Proyek Kereta Cepat Jakarta-Surabaya: Tantangan dan Pelajaran dari Pengalaman Sebelumnya
Direktur Utama PT Kereta Cepat Indonesia China (KCIC), Dwiyana Slamet Riyadi, memberikan penjelasan mengenai keberlanjutan proyek kereta cepat Jakarta-Surabaya. Menurutnya, keberhasilan proyek ini sangat bergantung pada dukungan pemerintah, karena realisasi proyek membutuhkan investasi besar.
“Kereta api cepat itu mahal, tidak semua perbankan atau lembaga keuangan mampu dan mau mendanai kereta cepat, makanya di banyak negara penyediaan kereta cepat itu dari pemerintah,” ujar Dwiyana dalam acara Kongres Global ke-12 Kereta Cepat yang berlangsung di Beijing pada 8–11 Juli 2025.
Proyek kereta cepat Jakarta-Bandung (Whoosh) yang telah beroperasi sejak Oktober 2023 menjadi salah satu contoh penting dari kebutuhan dukungan pemerintah. Dwiyana menyatakan bahwa infrastruktur dan lahan untuk proyek tersebut berasal dari pemerintah, sehingga beban finansial yang harus ditanggung oleh KCIC menjadi lebih berat.

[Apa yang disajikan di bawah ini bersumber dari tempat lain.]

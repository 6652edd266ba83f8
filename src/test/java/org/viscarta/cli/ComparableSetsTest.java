package org.viscarta.cli;

import static org.junit.jupiter.api.Assertions.assertEquals;
import static org.junit.jupiter.api.Assertions.assertTrue;

import java.io.IOException;
import java.io.InputStream;
import java.io.Reader;
import java.nio.file.Files;
import java.nio.file.Path;
import java.util.HashMap;
import java.util.List;
import java.util.Map;
import org.apache.commons.csv.CSVFormat;
import org.apache.commons.csv.CSVRecord;
import org.apache.poi.ss.usermodel.CellType;
import org.apache.poi.ss.usermodel.Row;
import org.apache.poi.ss.usermodel.Sheet;
import org.apache.poi.ss.usermodel.Workbook;
import org.apache.poi.ss.usermodel.WorkbookFactory;
import org.junit.jupiter.api.Tag;
import org.junit.jupiter.api.Test;
import org.junit.jupiter.api.io.TempDir;

/** Regression: the damping ranking compares like with like only, and its tables read right. */
@Tag("regression")
class ComparableSetsTest {

    @TempDir
    Path dir;

    @Test
    void theDemoRankingNeverMixesTemperaturesOrBasesWithinASet() throws IOException {
        Path out = dir.resolve("rank.csv");
        CliRun r = CliRun.of("rank", "demo-data", "--basis", "tensile", "-o", out.toString());
        assertEquals(0, r.exitCode(), r.err());
        List<CSVRecord> rows;
        try (Reader in = Files.newBufferedReader(out)) {
            rows = CSVFormat.DEFAULT.builder().setHeader().setSkipHeaderRecord(true).get().parse(in).getRecords();
        }
        Map<String, double[]> range = new HashMap<>();
        for (CSVRecord row : rows) {
            String set = row.get("set");
            if (row.get("sample").startsWith("acrylic-film-ts @")) {
                assertEquals("", row.get("rank"), "one temperature of a series is not ranked: " + row);
                continue;
            }
            if (set.isEmpty()) {
                continue;
            }
            double t = Double.parseDouble(row.get("temperature_c"));
            range.merge(set, new double[] {t, t}, (a, b) -> new double[] {Math.min(a[0], b[0]), Math.max(a[1], b[1])});
            assertTrue(set.contains("tensile"), set);
        }
        assertTrue(!range.isEmpty());
        range.forEach((set, tt) -> assertTrue(tt[1] - tt[0] <= 2, set + " spans " + tt[0] + "–" + tt[1] + " °C"));
        // letters read the conventional way: 'a' marks the highest-damping group, and each new letter appears in order down the ranking
        String seen = "";
        for (CSVRecord row : rows) {
            if (row.get("rank").isEmpty() || row.get("letters").equals("–")) {
                continue;
            }
            for (char c : row.get("letters").toCharArray()) {
                if (seen.indexOf(c) < 0) {
                    assertEquals((char) ('a' + seen.length()), c, "letters in ranking order, at " + row.get("sample"));
                    seen += c;
                }
            }
        }
        // the raw-signal films have one replicate each: they cannot be tested and say so
        CSVRecord raw = rows.stream().filter(x -> x.get("sample").equals("alkyd-unaged-raw")).findFirst().orElseThrow();
        assertEquals("–", raw.get("letters"));
        assertTrue(r.out().contains("cannot be tested"), r.out());
        // the terminal fits in 100 columns; p-values too small to matter read "< 0.0001"
        r.out().lines().forEach(l -> assertTrue(l.codePointCount(0, l.length()) <= 100, "wider than 100 columns: " + l));
        assertTrue(r.out().contains("p < 0.0001") && !r.out().matches("(?s).*p = [0-9.]+e-[0-9].*"), r.out());
    }

    @Test
    void groupTestsSitUnderTheirOwnHeadersAndPerSet() throws IOException {
        try (InputStream in = Files.newInputStream(DemoReport.folder().resolve("report.xlsx")); Workbook wb = WorkbookFactory.create(in)) {
            Sheet s = wb.getSheet("Group comparison");
            boolean found = false;
            for (Row row : s) {
                if (row.getCell(0) != null && row.getCell(0).getCellType() == CellType.STRING
                        && row.getCell(0).getStringCellValue().equals("test across groups")) {
                    assertEquals("statistic", row.getCell(1).getStringCellValue());
                    assertEquals("p [–]", row.getCell(4).getStringCellValue());
                    Row anova = s.getRow(row.getRowNum() + 1);
                    assertEquals("one-way ANOVA (F)", anova.getCell(0).getStringCellValue());
                    assertEquals(CellType.NUMERIC, anova.getCell(1).getCellType(), "F under 'statistic'");
                    double p = anova.getCell(4).getNumericCellValue();
                    assertTrue(p >= 0 && p <= 1, "a p-value under 'p': " + p);
                    found = true;
                }
            }
            assertTrue(found, "the demo's groups are tested");
            // sentences span the sheet's width, wrapped, so that they are not cut off; p-values read "< 0.0001" when tiny
            Row statement = null;
            for (Row row : s) {
                if (row.getCell(0) != null && row.getCell(0).getCellType() == CellType.STRING
                        && row.getCell(0).getStringCellValue().startsWith("Samples that share a letter")) {
                    statement = row;
                    break;
                }
            }
            assertTrue(statement != null, "the conclusions in words are there");
            assertTrue(statement.getCell(0).getCellStyle().getWrapText(), "wrapped");
            int at = statement.getRowNum();
            assertTrue(s.getMergedRegions().stream().anyMatch(m -> m.getFirstRow() == at && m.getFirstColumn() == 0
                    && m.getLastColumn() >= 6), "merged across the table's width");
            boolean pFormat = false;
            for (Row row : s) {
                if (row.getCell(4) != null && row.getCell(4).getCellType() == CellType.NUMERIC) {
                    pFormat |= row.getCell(4).getCellStyle().getDataFormatString().contains("< 0.0001");
                }
            }
            assertTrue(pFormat, "p-values have a display format that says '< 0.0001' below it");
            String all = cells(s);
            assertTrue(all.contains("23 °C, tensile"), "the comparable set is named");
        }
    }

    private static String cells(Sheet s) {
        StringBuilder sb = new StringBuilder();
        for (Row r : s) {
            r.forEach(c -> sb.append(c.getCellType() == CellType.STRING ? c.getStringCellValue() : "").append('\t'));
            sb.append('\n');
        }
        return sb.toString();
    }
}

Menurut Dwiyana, KCIC perlu terus berkembang dengan menambah rute layanan. “Secara skala ekonomi, keharusan untuk menambah rute seperti Yogyakarta atau Surabaya, tapi semuanya harus tergantung kepada pemerintah,” tambahnya.
Pemerintah sudah memiliki masterplan kereta cepat Jakarta-Surabaya dalam Sistem Transportasi Nasional. Namun, saat ini rencana tersebut sedang direview oleh Menteri Koordinator Bidang Infrastruktur dan Pembangunan Kewilayahan. Perubahan diperlukan agar sesuai dengan kondisi terkini.
Saat ini, proyek kereta cepat Jakarta-Surabaya masih dalam tahap preliminary study. Artinya, belum ada kepastian mengenai trase, kemungkinan pembangunan, kemampuan pembiayaan, dan lain-lain. Meskipun demikian, pemerintah menunjukkan niat untuk mendorong proyek ini.
Untuk studi awal, proyek ini dikerjakan oleh konsultan asal Tiongkok, yaitu China Railway Design Corporation (CRDC), serta beberapa konsultan lokal dari Indonesia. Tujuannya adalah agar masukan yang diberikan lebih seimbang dan akurat.
Proyek Whoosh, yang pertama kali beroperasi pada 2 Oktober 2023, telah melayani lebih dari 10 juta penumpang hingga Juni 2025. Investasi yang dikeluarkan mencapai US$7,2 miliar atau setara Rp110,16 triliun. Angka ini mengalami pembengkakan sebesar US$1,2 miliar dari target awal sebesar US$6 miliar.
Dari total pembengkakan biaya, 60 persen akan dibayar oleh konsorsium Indonesia, sedangkan 40 persen oleh konsorsium Tiongkok. Selain itu, Indonesia juga mendapatkan pinjaman dari China Development Bank (CBD) sebesar 75 persen atau sekitar Rp70,5 triliun.
Dengan adanya pembengkakan biaya, CBD kembali memberikan pinjaman sebesar 550 juta dolar AS atau sekitar Rp8,5 triliun dengan bunga 3,4 persen dan tenor 30 tahun. Total utang Indonesia dalam proyek ini mencapai Rp79 triliun.
Berdasarkan asumsi bunga 3,4 persen dan tenor 30 tahun, setiap bulannya, Indonesia harus membayar utang pokok sebesar Rp219,44 miliar dan bunga sebesar Rp7,46 miliar. Dengan hitungan kasar, total pembayaran untuk melunasi utang mencapai Rp226,9 miliar per bulan.